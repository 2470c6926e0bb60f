"""Tests between two groups of runs, their effect sizes, and the runs a test would need
(the summary figures of one group, quartiles and the ERT interval among them, are in
:mod:`.stats`).

Every test returns a :class:`TestResult`; a test that the samples cannot support is not
run, and its ``reason`` says why (``p_value`` is then None). Conventions:

* **Evaluations to solve** are compared with the Mann-Whitney U test, unsolved runs ranked
  worst: a run that did not solve is censored at the budget, i.e. counted as needing more
  evaluations than any solved run of either group (:func:`censored_evaluations`).
* The effect size of a Mann-Whitney comparison is Vargha and Delaney's A12: the chance that
  a run of group A has a larger value than a run of group B, ties counted half. For
  evaluations to solve (lower is better), A12 above 0.5 means B needs fewer.
* Success counts are compared with Fisher's exact test; the effect is the difference of the
  success rates, B minus A.
* Holm's step-down correction (:func:`holm`) adjusts the p-values of all tests of one
  comparison (tasks x metrics) together, so the chance of any false alarm stays at alpha.
* Runs needed (:func:`runs_needed_mann_whitney`, :func:`runs_needed_proportions`): runs per
  group to detect the observed effect at the given power with a two-sided test at alpha,
  by Noether's formula for the Mann-Whitney test and Cohen's arcsine effect size h for two
  proportions.

Sources: (reference/SOURCES.md: mann1947, vargha2000, fisher1935, holm1979, noether1987)
and (reference/SOURCES.md: cohen1988, efron1993, auger2005).
"""

from __future__ import annotations

import math
from collections.abc import Sequence
from dataclasses import dataclass

import numpy as np
from scipy.stats import mannwhitneyu, norm

from neuroyard.reports.stats import fisher_p_value

MIN_RUNS = 2  # fewer runs in a group than this: no test (ours: a rank test needs spread)


@dataclass(frozen=True)
class TestResult:
    """One test of group A against group B.

    ``test``: its name; ``p_value``: two-sided, None when the test was not run (``reason``
    says why); ``effect`` and ``effect_name``: the effect size (A12, or the difference of
    success rates B - A); ``n_a``/``n_b``: the sample sizes used."""

    test: str
    p_value: float | None
    effect: float | None
    effect_name: str
    n_a: int
    n_b: int
    reason: str = ""

    __test__ = False  # not a pytest test class

    @property
    def ran(self) -> bool:
        return self.p_value is not None


def fisher_test(solved_a: int, runs_a: int, solved_b: int, runs_b: int) -> TestResult:
    """Fisher's exact test (two-sided) that two success rates are equal."""
    effect = (solved_b / runs_b - solved_a / runs_a) if runs_a and runs_b else None
    if runs_a < 1 or runs_b < 1:
        return TestResult("Fisher exact", None, effect, "success-rate difference (B - A)",
                          runs_a, runs_b, "a group has no runs")  # fmt: skip
    p = fisher_p_value(solved_a, runs_a, solved_b, runs_b)
    return TestResult("Fisher exact", p, effect, "success-rate difference (B - A)", runs_a, runs_b)


def a12(a: Sequence[float], b: Sequence[float]) -> float:
    """Vargha-Delaney A12: P(a random value of ``a`` > one of ``b``) + 0.5 P(equal)."""
    x = np.asarray(a, dtype=float)[:, None]
    y = np.asarray(b, dtype=float)[None, :]
    return float(((x > y).sum() + 0.5 * (x == y).sum()) / (x.size * y.size))


def mann_whitney(a: Sequence[float], b: Sequence[float], counted: str = "runs") -> TestResult:
    """Two-sided Mann-Whitney U test (scipy.stats.mannwhitneyu: exact for small samples
    without ties, else the normal approximation with tie correction) with A12 as effect.
    ``counted`` says what each value is the value of ("runs", "solved runs"), for the
    reason of a test not run."""
    n_a, n_b = len(a), len(b)
    name = "Mann-Whitney U"
    if n_a < MIN_RUNS or n_b < MIN_RUNS:
        return TestResult(name, None, None, "A12", n_a, n_b,
                          f"fewer than {MIN_RUNS} {counted} in a group (n = {n_a} and {n_b})")  # fmt: skip
    effect = a12(a, b)
    if len(set(map(float, a)) | set(map(float, b))) == 1:
        return TestResult(name, None, effect, "A12", n_a, n_b, "every run has the same value")
    p = float(mannwhitneyu(a, b, alternative="two-sided").pvalue)
    return TestResult(name, p, effect, "A12", n_a, n_b)


def censored_evaluations(
    evaluations: Sequence[int], solved: Sequence[bool], budget: int
) -> list[float]:
    """Evaluations to solve with every unsolved run censored at the budget, ranked worst:
    it counts as ``budget + 1``, more than any run that solved within the budget."""
    return [float(e) if s else float(budget + 1) for e, s in zip(evaluations, solved, strict=True)]


def holm(p_values: Sequence[float | None]) -> list[float | None]:
    """Holm's step-down adjusted p-values (Holm 1979), in the given order; None (a test not
    run) stays None and does not count among the tests. scipy offers no Holm correction."""
    ran = [(p, i) for i, p in enumerate(p_values) if p is not None]
    m = len(ran)
    out: list[float | None] = [None] * len(p_values)
    running = 0.0
    for rank, (p, i) in enumerate(sorted(ran)):
        running = max(running, min(1.0, (m - rank) * p))
        out[i] = running
    return out


def runs_needed_mann_whitney(effect: float, alpha: float = 0.05, power: float = 0.8) -> int | None:
    """Runs per group for a two-sided Mann-Whitney test at ``alpha`` to detect A12 =
    ``effect`` with ``power``, by Noether's formula (1987) for equal groups:
    N = (z_{1-alpha/2} + z_power)^2 / (3 (A12 - 1/2)^2) runs in all. None for no effect."""
    if effect == 0.5:
        return None
    z = norm.ppf(1 - alpha / 2) + norm.ppf(power)
    total = z**2 / (3 * (effect - 0.5) ** 2)
    return max(MIN_RUNS, math.ceil(total / 2))


def runs_needed_proportions(
    rate_a: float, rate_b: float, alpha: float = 0.05, power: float = 0.8
) -> int | None:
    """Runs per group for a two-sided test of two success rates at ``alpha`` to detect
    ``rate_a`` against ``rate_b`` with ``power``, by Cohen's arcsine effect size
    h = 2 asin(sqrt(p_b)) - 2 asin(sqrt(p_a)): n = ((z_{1-alpha/2} + z_power) / h)^2.
    None for no effect."""
    h = 2 * math.asin(math.sqrt(rate_b)) - 2 * math.asin(math.sqrt(rate_a))
    if h == 0:
        return None
    z = norm.ppf(1 - alpha / 2) + norm.ppf(power)
    return max(MIN_RUNS, math.ceil((z / h) ** 2))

### EXERCISE REQUIREMENTS
Read through the data and copy every line where "sided" shows up.

### RESULT OF THE TASK
  group to detect the observed effect at the given power with a two-sided test at alpha,
    ``test``: its name; ``p_value``: two-sided, None when the test was not run (``reason``
    """Fisher's exact test (two-sided) that two success rates are equal."""
    """Two-sided Mann-Whitney U test (scipy.stats.mannwhitneyu: exact for small samples
    p = float(mannwhitneyu(a, b, alternative="two-sided").pvalue)
    """Runs per group for a two-sided Mann-Whitney test at ``alpha`` to detect A12 =
    """Runs per group for a two-sided test of two success rates at ``alpha`` to detect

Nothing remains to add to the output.